Should I worry about his frequent yawning?


----------



## dressagebelle (May 13, 2009)

Sometimes yawning is just a way for them to take things in, not in reaction to stress, but just relaxing and thinking things over. Also sometimes some horses are just so relaxed, and comfortable, that they yawn, and fall half asleep no matter what's going on. Unless he really shows other signs of pain, or anxiety, nervousness etc., I wouldn't be too worried. 
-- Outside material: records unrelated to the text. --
"""Turns what is stored into the solver's day problem, and the solver's answer into records."""

from __future__ import annotations

import datetime as dt
import time
import zoneinfo
from dataclasses import dataclass

import numpy as np

from solver.clock import format_clock, format_windows
from solver.day import BreakRule, DayPlan, DayProblem, DayRules, Visit
from solver.day_exact import plan_day, quote_extra_visit
from solver.distances import build_travel_matrix
from solver.errors import Infeasible
from solver.week import WeekClient, WeekPlan, WeekProblem, WorkDay, plan_week

from . import clients, drives, plans, settings
from .errors import FieldErrors
from .fields import Checker, is_id
from .locations import read_location

__all__ = ["SolveInput", "gather", "read_start", "solve", "quote", "now_min", "WEEKDAY_NAMES",
           "MAX_VISITS_PER_SOLVE",
           "WeekInput", "gather_week", "solve_week", "week_day_ids", "plan_week_day", "quote_week",
           "week_day_inputs"]

# Measured here (2 cores): with 60 visits a solve stays near its time limit; with 80 it ran
# 60 % over a 5 s limit and the travel matrix alone, built on the request thread, grows as n².
MAX_VISITS_PER_SOLVE = 60


@dataclass(frozen=True)
class SolveInput:
    """A day problem for the solver, and the same facts as JSON to keep beside the result."""

    problem: DayProblem
    inputs: dict
    time_limit_s: float
    candidate_node: int | None = None


@dataclass(frozen=True)
class Start:
    """Where the plan begins: home, a client, or a position the rep gave."""

    label: str
    client_id: int | None = None
    lat: float | None = None
    lon: float | None = None
    at_home: bool = False


def now_min(conn) -> int:
    """The laptop's clock in the rep's time zone, minutes after midnight."""
    zone = zoneinfo.ZoneInfo(settings.load(conn)["time_zone"])
    now = dt.datetime.now(zone)
    return now.hour * 60 + now.minute


def read_start(conn, body: dict) -> tuple[Start, int | None, bool]:
    """The re-plan fields: ``from`` (home, a client id, or a position), ``now``, ``break_taken``."""
    check = Checker(body)
    where = body.get("from", "home")
    start = None
    if where == "home":
        start = Start(label=settings.load(conn)["home_label"], at_home=True)
    elif is_id(where):
        client = clients.get(conn, where, field="from")
        start = Start(label=client["name"], client_id=where, lat=client["location"]["lat"],
                      lon=client["location"]["lon"])
    else:
        pos = read_location(check, "from", where)
        if pos is not None:
            start = Start(label="where you are", lat=pos.lat, lon=pos.lon)
    minute = check.clock("now") if "now" in body else None
    taken = check.boolean("break_taken") if "break_taken" in body else False
    check.done()
    return start, minute, bool(taken)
If you feel really concerned, next time you talk to your vet, or trainer, maybe just bring it up with them. The girthiness seems like maybe a learned behavior at this point, that for some reason something about the cross ties reminds him of some bad experience or something, as that's the only time he has a problem. He sounds like he's just one relaxed guy.


----------



## Cherrij (Jan 30, 2013)

I wouldn't worry. My friend's horse I rode for a while used to yawn before the ride and after the ride.
My horse yawns after his lunge sessions, whenever he feels like it, after a grooming session.. he just yawns a lot 

I see it as a sign of relaxation... he feels safe, secure, calm, relaxed.. mine can yawn even 6-8 times in a row after a grooming session... 10 minutes after put back in the pasture after lunge he will yawn too...


----------



## shellybean (Dec 28, 2012)

Thank goodness lol. I always thought of it as a sign of relaxation because he always seems so relaxed when he yawns. But I was looking through photos on my phone and I had probably like 15-20 and was like hmmmm, is it normal for him to yawn this much? And my friend said the other day "awh! he yawns soooooo much lol hes so cute!" So I started to look into it...I guess its just his little quirk


----------



## Ashkat128 (Nov 4, 2013)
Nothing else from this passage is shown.